A 1912 banknote, worth 1 yuan, issued by the Bank of Sichuan

Two major governments existed in the Sichuan region: The Great Han Sichuan Military Government and the Shu Military Government. The latter had been established in November 1911, and was led by Zhang Peijue. Yin planned to unify them by force, and invited the army of the Yunnan clique to aid in unification. Yin gave up on forceful reunification after mediation, and the Yunnan Army left Sichuan. Both governments sent representatives to Chongqing to make an agreement in January 1912. The sides eventually came to an agreement on 21 March: Chengdu would serve as the political center and would house the Sichuan Governor's Office, with the governors of Great Han Sichuan and Shu respectively serving as chief and deputy governors. Chongqing would be an important town, and a pacification office established there. The two governments officially merged on 27 April, officially bringing both the Great Han Sichuan Military Government and the Shu Military Government to their ends. The new government was simply named the Sichuan Military Government.

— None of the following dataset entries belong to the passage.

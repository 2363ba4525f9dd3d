"""A workbook for the panel list, the readings list and visual ratings, written by the program for
people to fill in, and read back."""

from __future__ import annotations

import io
from collections.abc import Iterable, Sequence
from dataclasses import dataclass, field
from typing import Any

from coatgui.intake.errors import Unreadable
from coatgui.intake.lists import ListedReading, panels_of, readings_of
from coatgui.intake.ratings_list import ratings_of, scale_ids
from coatgui.intake.segments import Cell
from coatgui.intake.workbook import Sheet, read_workbook
from coatgui.records import FoundPanel, FoundRating

PANELS, READINGS, RATINGS = "Panels", "Readings", "Ratings"
_HEADINGS = {
    PANELS: ("panel", "formulation", "area_cm2", "thickness_um", "substrate", "electrolyte",
             "temperature_c", "regime", "start", "remark"),
    READINGS: ("file", "part", "panel", "exposure_h", "temperature_c", "amplitude_mv",
               "potential_mv", "remark"),
    RATINGS: ("panel", "exposure_h", "scale", "rating", "edition", "rater", "remark"),
}  # fmt: skip
_KEY = {PANELS: "panel", READINGS: "file", RATINGS: "panel"}
_WIDTH = 18


@dataclass(frozen=True)
class Lists:
    """What a filled-in workbook says."""

    panels: tuple[FoundPanel, ...] = ()
    readings: dict[tuple[str, str], ListedReading] = field(default_factory=dict)
    ratings: tuple[FoundRating, ...] = ()


def template(panels: Iterable[FoundPanel] = (), files: Iterable[str] = ()) -> bytes:
    """The bytes of a workbook with the three sheets; panels and files that are known already stand
    in it."""
    import openpyxl
    from openpyxl.worksheet.datavalidation import DataValidation

    book = openpyxl.Workbook()
    first = book.active
    if first is not None:
        book.remove(first)
    rows: dict[str, list[list[Any]]] = {
        PANELS: [[getattr(p, h, dict(p.notes).get(h)) for h in _HEADINGS[PANELS]] for p in panels],
        READINGS: [[file] for file in files],
        RATINGS: [],
    }
    for title, headings in _HEADINGS.items():
        sheet = book.create_sheet(title)
        for r, row in enumerate([list(headings), *rows[title]], start=1):
            for c, value in enumerate(row, start=1):
                if value is None or value == "":
                    continue
                cell = sheet.cell(r, c)
                if isinstance(value, str):
                    # A text that begins with "=" must not become a formula.
                    cell.value = "".join(ch for ch in value if ch.isprintable())
                    cell.data_type = "s"
                else:
                    cell.value = value
        sheet.freeze_panes = "A2"
        for letter in "ABCDEFGHIJ"[: len(headings)]:
            sheet.column_dimensions[letter].width = _WIDTH
    scales = DataValidation("list", formula1=f'"{",".join(scale_ids())}"', allow_blank=True)
    scales.add("C2:C1000")
    book[RATINGS].add_data_validation(scales)
    buffer = io.BytesIO()
    book.save(buffer)
    return buffer.getvalue()


def read_lists(data: bytes, name: str = "") -> Lists | None:
    """What a workbook with a sheet "Panels", "Readings" or "Ratings" says; None where it has none.
    Raises Unreadable with the sheet and line where something is wrong. `name` is the file's."""
    sheets = {sheet.title: sheet for sheet in read_workbook(data)}
    rows = {}
    for title in _HEADINGS:
        if title in sheets and (found := _rows(sheets[title], _KEY[title])) is not None:
            rows[title] = found
    if not rows:
        return None
    doing = PANELS
    try:
        panels = panels_of(rows.get(PANELS, ()))
        doing = READINGS
        readings = readings_of(rows.get(READINGS, ()))
        doing = RATINGS
        ratings = ratings_of(rows.get(RATINGS, ()), name)
    except Unreadable as problem:
        raise Unreadable(f"Sheet '{doing}': {problem}") from None
    return Lists(panels, readings, ratings)


def _rows(sheet: Sheet, key: str) -> list[dict[str, str]] | None:
    """Rows by heading, from the sheet's first row on; None where its key is not among them."""
    if not sheet.rows:
        return None
    first, cells = sheet.rows[0]
    headings = [_text(cell).casefold() for cell in cells]
    if key not in headings or first != 1:
        return None
    if [number for number, _ in sheet.rows] != list(range(1, len(sheet.rows) + 1)):
        raise Unreadable(f"Sheet '{sheet.title}' has empty rows between others: remove them.")
    return [_by_heading(headings, row) for _, row in sheet.rows[1:]]


def _by_heading(headings: Sequence[str], row: Sequence[Cell]) -> dict[str, str]:
    cells = [_text(cell) for cell in row]
    cells += [""] * (len(headings) - len(cells))
    return {h: cell for h, cell in zip(headings, cells, strict=False) if h}


def _text(cell: Cell) -> str:
    return f"{cell:.15g}" if isinstance(cell, float) else cell.strip()
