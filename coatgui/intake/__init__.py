"""Reading what the laboratory hands over: spectra and refusals, never a half-read spectrum."""

from coatgui.intake.errors import Unclear, Unreadable
from coatgui.intake.folder import (
    SPECTRUM_ENDINGS,
    UnreadableFolder,
    read_files,
    read_folder,
)
from coatgui.intake.reading import read_again, read_spectra

__all__ = [
    "SPECTRUM_ENDINGS",
    "Unclear",
    "Unreadable",
    "UnreadableFolder",
    "read_again",
    "read_files",
    "read_folder",
    "read_spectra",
]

Yin was appointed as the military governor of the Sichuan Governor's Office, Zhang was appointed as the deputy governor, and Xia Zhishi was appointed as the chief pacification chief of the Chongqing Pacification Office.

=== Absorption by the Republic of China ===
The new Sichuan Military Government existed in a region with over ten other military governments. To the west, the rapidly-expanding Republic of China soon reached the Sichuan region. Sichuan was soon absorbed as a province of the Republic, putting an end to all of the military governments in the region, including the Sichuan Military Government.

== Bibliography ==
- Chen Zuwu (陈祖武), Yin Chanheng. Institute of Modern History, the Chinese Academy of Social Sciences (2000). The Biographies of Republic People, Vol.10 (民国人物传 第10卷). Zhonghua Book Company. ISBN 7-101-02114-X.
- Xu Youchun (徐友春) (main ed.) (2007). Unabridged Biographical Dictionary of the Republic, Revised and Enlarged Version (民国人物大辞典 增订版). Hebei People's Press (Hebei Renmin Chubanshe; 河北人民出版社). ISBN 978-7-202-03014-1.